Statistical analysis
The SPSS 23.0 software was used to process the data analysis. Graphical representations were generated using GraphPad Prism 8. The measureddata adhering to a normal distribution were represented as (χ±Sd), between-group comparisons were conducted using the independent sample t-test, complemented by the paired sample t-test for within-group analyses. The chi-square test was used for counted data, while the rank sum test was utilized for ranked data. Multiple logistic regression analysis was utilized to identify factors that influencing the poor prognosis of postoperative gliomas. A P-value of less than 0.05 was considered significant.
Results
Comparison of general information
The t/X2/Z value test indicated no significant differences in age, gender, lesion location, or clinical stage between the observation group and the control group. See Table 2.
Table 2.
Comparison of general information between the two groups, (n, x̅±S)
| Group | Cases | Age (Years) | Tumor Diameter (cm) | Preoperative KPS score (points) | Gender | Lesion Location | Clinical Stage |
|---|---|---|---|---|---|---|---|
|
| |||||||
| M/F | Frontal/parietal/temporal/occipital lobes | I/II/III/IV | |||||
| Control Group | 80 | 48.62±3.64 | 2.35±0.25 | 52.65±5.15 | 46/34 | 37/23/16/4 | 23/30/16/11 |
| Observation Group | 80 | 47.38±5.13 | 2.28±0.33 | 51.86±4.98 | 44/36 | 35/21/15/9 | 25/27/17/11 |
| χ2/t/Z Value | 1.736 | 1.512 | 0.986 | 0.102 | 2.102 | 0.107 | |
| P-value | 0.080 | 0.133 | 0.326 | 0.750 | 0.552 | 0.915 | |
KPS, Karnofsky Performance Status.
Comparison of cognitive function
The independent sample t value test revealed no significant difference in NCSE and CDR scores between the observation group and the control group before intervention (both P>0.05). After intervention, the observation group exhibited a higher NCSE score and a lower CDR score compared to the control group (both P<0.05). See Figure 1.
Figure 1.

Comparison of cognitive function between the two groups. Note: (A) represents the NCSE score, (B) represents the CDR score; Compared to the control group, ***P<0.001; Compared to before the intervention in this group, ###P<0.001. NCSE, Neurobehavioral Cognitive Status Check Scale; CDR, Clinical Dementia Score.
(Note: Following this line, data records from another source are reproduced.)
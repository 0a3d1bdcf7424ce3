"""One start of a resident run on a fixed set of workers, seen from the client: tell, wait, look in, collect.

Knows nothing of starting again; says by ``details["lost"]`` of a ClusterError that this may help.
"""

from __future__ import annotations

import time
import uuid
from collections.abc import Callable, Mapping, Sequence
from concurrent.futures import CancelledError
from dataclasses import dataclass, field, replace
from pathlib import Path
from typing import Any

from distributed import Client, Future, KilledWorker, wait

from breakstep.engine import checkpoint
from breakstep.engine.clocks import ClockReading, drift, read_clocks
from breakstep.engine.overdue import Overseer
from breakstep.engine.placement import owners
from breakstep.engine.program import Program
from breakstep.engine.resident import remote
from breakstep.engine.resident.gather import gather_record
from breakstep.engine.resident.host import Assignment, Saved, Status
from breakstep.engine.run import Progress, RunOptions, RunResult
from breakstep.engine.workers import present_clients, present_workers, require_present, run_on
from breakstep.errors import BreakstepError, ClusterError, DeclarationError
from breakstep.graph.numbering import Numbering
from breakstep.graph.tasks import ANYWHERE
from breakstep.partition import busiest
from breakstep.profile.record import RunRecord

WORTH_MOVING = 1.05  # tiles change owner when the busiest worker would have 5 % less to do
POLL_SECONDS = 0.25  # between looks at the workers; each costs them about 1 ms
POLL_WORKER_SECONDS = 0.02  # the same for each worker, where there are many: looking costs 1 ms each here as well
Comparison of adverse emotions
The independent sample t-test indicated no statistically significant differences in S-AI, T-AI, or hospital stress scale scores between the observation group and the control group before intervention (all P>0.05). After intervention, the S-AI, T-AI, and hospital stress scale scores in the observation group were lower than those in the control group (all P<0.05). See Figure 2.
Figure 2.
Comparison of adverse emotions between the two groups. Note: (A) is the S-AI score, (B) is the T-AI score, and (C) is the hospital stress scale; compared to the control group, ***P<0.001; compared to the group before intervention, ###P<0.001. S-AI, State Anxiety Scale; T-AI, Trait Anxiety Scale.
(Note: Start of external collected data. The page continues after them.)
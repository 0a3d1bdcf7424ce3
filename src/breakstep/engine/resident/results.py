"""Results of reductions on one worker: which are known, which are still to come, and who waits for them.

Instances are numbered in the order in which phases that make them are emitted, so that everything below
``announced`` is known here, is expected, or has been forgotten: a result that comes again can be told from one
that comes early.
"""

from __future__ import annotations

from collections.abc import Sequence

from breakstep.engine.resident.states import Waiter
from breakstep.steps.step import Array


class Results:
    """Results by instance.

    Parameters
    ----------
    given : sequence of ndarray
        Results that the run begins with.
    cycle : int
        The cycle before the first, in which they count as made.

    Attributes
    ----------
    known : dict of int to ndarray
    expected : dict of int to int
        Cycle of results that are not known, of phases emitted here.
    announced : int
    """

    def __init__(self, given: Sequence[Array], cycle: int) -> None:
        self.known: dict[int, Array] = dict(enumerate(given))
        self.expected: dict[int, int] = {}
        self.announced = len(given)
        self.waiting: dict[int, list[Waiter]] = {}
        self._made_in = dict.fromkeys(self.known, cycle)

    def announce(self, instance: int, cycle: int) -> bool:
        """A phase that makes a result has been emitted; whether the result is still to come."""
        self.announced = instance + 1
        self._made_in[instance] = cycle
        if instance in self.known:  # others were ahead
            return False
        self.expected[instance] = cycle
        return True

    def need(self, instance: int, waiter: Waiter) -> None:
        """Somebody needs a result, and waits for it if it is not known yet."""
        if instance not in self.known:
            waiter.missing += 1
            self.waiting.setdefault(instance, []).append(waiter)

    def is_new(self, instance: int) -> bool:
        """Whether a result that has come was not here before."""
        return instance in self.expected or (instance >= self.announced and instance not in self.known)

    def put(self, instance: int, vector: Array) -> tuple[list[Waiter], int | None]:
        """A result has come: who waited for it, and the cycle that expected it."""
        vector.flags.writeable = False  # steps are handed a view of it, here as at the root
        self.known[instance] = vector
        return self.waiting.pop(instance, []), self.expected.pop(instance, None)

    def forget(self, before: int) -> None:
        """Drop results made before a cycle: no phase, node or checkpoint to come can use them."""
        for instance in [i for i, cycle in self._made_in.items() if cycle < before]:
            del self._made_in[instance], self.known[instance]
Comparison of health-promoting behaviors and cancer-related fatigue
There was no significant difference in the HPLP-II and CFS scores between the observation group and the control group before intervention (both P>0.05). After intervention, the HPLP-II and CFS scores of the observation group were higher than those of the control group (both P<0.05). See Figure 3.
Figure 3.

Comparison of health promotion behavior and cancer-related fatigue between the two groups. Note: (A) is HPLP-II score, (B) is CFS score; compared to the control group, ***P<0.001; compared to this group before intervention, ###P<0.001. HPLP-II, Chinese Version of Health Promotion Lifestyle Scale-II; CFS, Cancer-Related Fatigue Scale.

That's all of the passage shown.